Geography
- Location: Miami, Florida, United States
- Coordinates: 25°41′8″N 80°20′22″W﻿ / ﻿25.68556°N 80.33944°W

Organization
- Type: Community

Services
- Beds: 948

History
- Founded: 1960

Links
- Website: Baptist Hospital
- Lists: Hospitals in Florida

= Baptist Hospital of Miami =

Baptist Hospital of Miami is a non-profit hospital located in Miami, Florida, United States, operated by Baptist Health South Florida.

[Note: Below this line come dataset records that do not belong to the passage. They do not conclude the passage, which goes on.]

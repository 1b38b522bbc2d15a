package io.github.atomledger.checker.report;

import static org.assertj.core.api.Assertions.assertThat;

import io.github.atomledger.checker.check.Finding;
import io.github.atomledger.checker.check.ModelCheck;
import io.github.atomledger.checker.check.Severity;
import io.github.atomledger.checker.check.StandardChecks;
import io.github.atomledger.checker.engine.ModelResult;
import io.github.atomledger.checker.engine.RunResult;

import com.fasterxml.jackson.databind.JsonNode;
import com.fasterxml.jackson.databind.ObjectMapper;

import java.util.List;
import java.util.Map;
import java.util.TreeMap;
import org.junit.jupiter.api.Test;

/**
 * SARIF 2.1.0 output, validated against the published SARIF 2.1.0 JSON schema (OASIS SARIF
 * Version 2.1.0; the rtm.5 schema file, see SCHEMAS.md). Levels follow SARIF §3.27.10.
 */
class SarifReporterTest {

    private static final ObjectMapper MAPPER = new ObjectMapper();

    @Test
    void failingFixtureValidatesAndPointsAtTheReactionLine() throws Exception {
        RunResult result = Fixtures.run("charge-gap.xml");
        String sarif = new SarifReporter().toSarif(result);
        assertThat(JsonSchemas.errors(JsonSchemas.sarif(), sarif)).isEmpty();
        JsonNode run = MAPPER.readTree(sarif).path("runs").path(0);
        JsonNode hex = null;
        for (JsonNode r : run.path("results")) {
            if (r.path("ruleId").asText().equals("balance.charge")) {
                hex = r;
            }
        }
        assertThat(hex).isNotNull();
        assertThat(hex.path("level").asText()).isEqualTo("error");
        JsonNode loc = hex.path("locations").path(0).path("physicalLocation");
        assertThat(loc.path("artifactLocation").path("uri").asText()).isEqualTo("charge-gap.xml");
        assertThat(loc.path("artifactLocation").path("uriBaseId").asText()).isEqualTo("%SRCROOT%");
        assertThat(loc.path("region").path("startLine").asInt()).isEqualTo(20);
        assertThat(hex.path("locations").path(0).path("logicalLocations").path(0).path("name").asText()).isEqualTo("R_HEX");
        int index = hex.path("ruleIndex").asInt();
        assertThat(run.path("tool").path("driver").path("rules").path(index).path("id").asText()).isEqualTo("balance.charge");
    }

    @Test
    void listsEveryStandardRuleWithItsDescription() throws Exception {
        JsonNode rules = MAPPER.readTree(new SarifReporter().toSarif(DemoReports.run(java.nio.file.Path.of("target"))))
                .path("runs").path(0).path("tool").path("driver").path("rules");
        Map<String, String> byId = new TreeMap<>();
        List<String> order = new java.util.ArrayList<>();
        rules.forEach(r -> {
            byId.put(r.path("id").asText(), r.path("shortDescription").path("text").asText());
            order.add(r.path("id").asText());
        });
        for (ModelCheck c : StandardChecks.all()) {
            assertThat(byId).containsEntry(c.ruleId(), c.description());
        }
        assertThat(order).isSorted();
    }

    @Test
    void leavesTheRegionOutWhenTheLineIsUnknownAndMapsInfoToNote() throws Exception {
        RunResult demo = DemoReports.run(java.nio.file.Path.of("target"));
        ModelResult m = demo.models().get(0);
        Finding noLine = new Finding("model.formula-missing", Severity.INFO, "models/with space.xml", "glc_c", 0,
                "Species glc_c has no formula.", new TreeMap<>());
        RunResult result = new RunResult(demo.config(), List.of(new ModelResult(m.model(), List.of(), List.of(noLine), m.mapping())));
        String sarif = new SarifReporter().toSarif(result);
        assertThat(JsonSchemas.errors(JsonSchemas.sarif(), sarif)).isEmpty();
        JsonNode r = MAPPER.readTree(sarif).path("runs").path(0).path("results").path(0);
        assertThat(r.path("level").asText()).isEqualTo("note");
        JsonNode loc = r.path("locations").path(0).path("physicalLocation");
        assertThat(loc.has("region")).isFalse();
        assertThat(loc.path("artifactLocation").path("uri").asText()).isEqualTo("models/with%20space.xml");
    }

    @Test
    void schemaRejectsALevelSarifDoesNotKnow() throws Exception {
        String sarif = new SarifReporter().toSarif(Fixtures.run("charge-gap.xml"))
                .replace("\"level\" : \"error\"", "\"level\" : \"fatal\"");
        assertThat(sarif).contains("fatal");
        assertThat(JsonSchemas.errors(JsonSchemas.sarif(), sarif)).isNotEmpty();
    }

    @Test
    void mapsSeveritiesToSarifLevels() {
        assertThat(SarifReporter.level(Severity.ERROR)).isEqualTo("error");
        assertThat(SarifReporter.level(Severity.WARNING)).isEqualTo("warning");
        assertThat(SarifReporter.level(Severity.INFO)).isEqualTo("note");
    }
}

Founded in 1960, it is now one of the largest hospitals in the Miami area. The corporate headquarters is located in Coral Gables, Florida, and has facilities throughout Dade County, into the Florida Keys, and in southern Broward County. Baptist Hospital is the largest faith-based non-profit organization hospital in the Miami area, handling a volume of over 100,000 patients a year. The hospital attracts international patients from the Caribbean, Central America and South America. Baptist Hospital is the eleventh hospital in the United States to receive the ”Magnet” of excellence in nursing. The hospital is currently celebrating its 50th year in operation.
The Department of Justice (DOJ), on behalf of the Office of Inspector General (OIG), agreed to accept $7,775,000 as a settlement amount after Baptist admitted to violations of the federal physician self referral law (the "Stark Law"). Ranked #1 in Miami-area hospitals in the 2015-16 U.S. News & World Report survey.
In December 2016, another one of its affiliates, South Miami Hospital, paid $12 million to settle Medicare fraud charges.